# Problem:
Below are some records. Pull every line that contains the word "NumberInput".

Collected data
'use client';

import { Field } from '@/components/ui/field';
import { NumberInput } from '@/components/ui/number-input';
import { type ProblemFields } from '@/lib/problem';
import { type Policy } from '@/lib/treatment/policy';

const forms = [
  { form: 'liquid', label: 'Liquid' },
  { form: 'prewet', label: 'Pre-wetted' },
  { form: 'solid', label: 'Dry solid' },
] as const;

export type RateFieldsProps = Readonly<{ policy: Policy; fields: ProblemFields }>;

/** Least, most and scatter of each form: one line a form. */
export function RateFields({ policy, fields }: RateFieldsProps) {
  return (
    <ul className="border-t">
      {forms.map(({ form, label }) => (
        <li
          key={form}
          className="grid grid-cols-2 items-start gap-x-6 gap-y-2 border-b py-3 sm:grid-cols-[6rem_repeat(3,minmax(0,1fr))]"
        >
          <p className="col-span-2 font-semibold sm:col-span-1 sm:pt-7">{label}</p>
          <Field label="Least" error={fields[`rules.minRateGPerM2.${form}`]}>
            <NumberInput
              name={`minRateGPerM2.${form}`}
              quantity="rate"
              digits={1}
              defaultValue={policy.minRateGPerM2[form]}
            />
          </Field>
          <Field label="Most" error={fields[`rules.maxRateGPerM2.${form}`]}>
            <NumberInput
              name={`maxRateGPerM2.${form}`}
              quantity="rate"
              digits={1}
              defaultValue={policy.maxRateGPerM2[form]}
            />
          </Field>
          <Field label="Lost to scatter" error={fields[`rules.scatter.${form}`]}>
            <NumberInput name={`scatter.${form}`} quantity="percent" digits={1} defaultValue={policy.scatter[form]} />
          </Field>
        </li>
      ))}
    </ul>
  );
}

# Task answer:
import { NumberInput } from '@/components/ui/number-input';
            <NumberInput
            <NumberInput
            <NumberInput name={`scatter.${form}`} quantity="percent" digits={1} defaultValue={policy.scatter[form]} />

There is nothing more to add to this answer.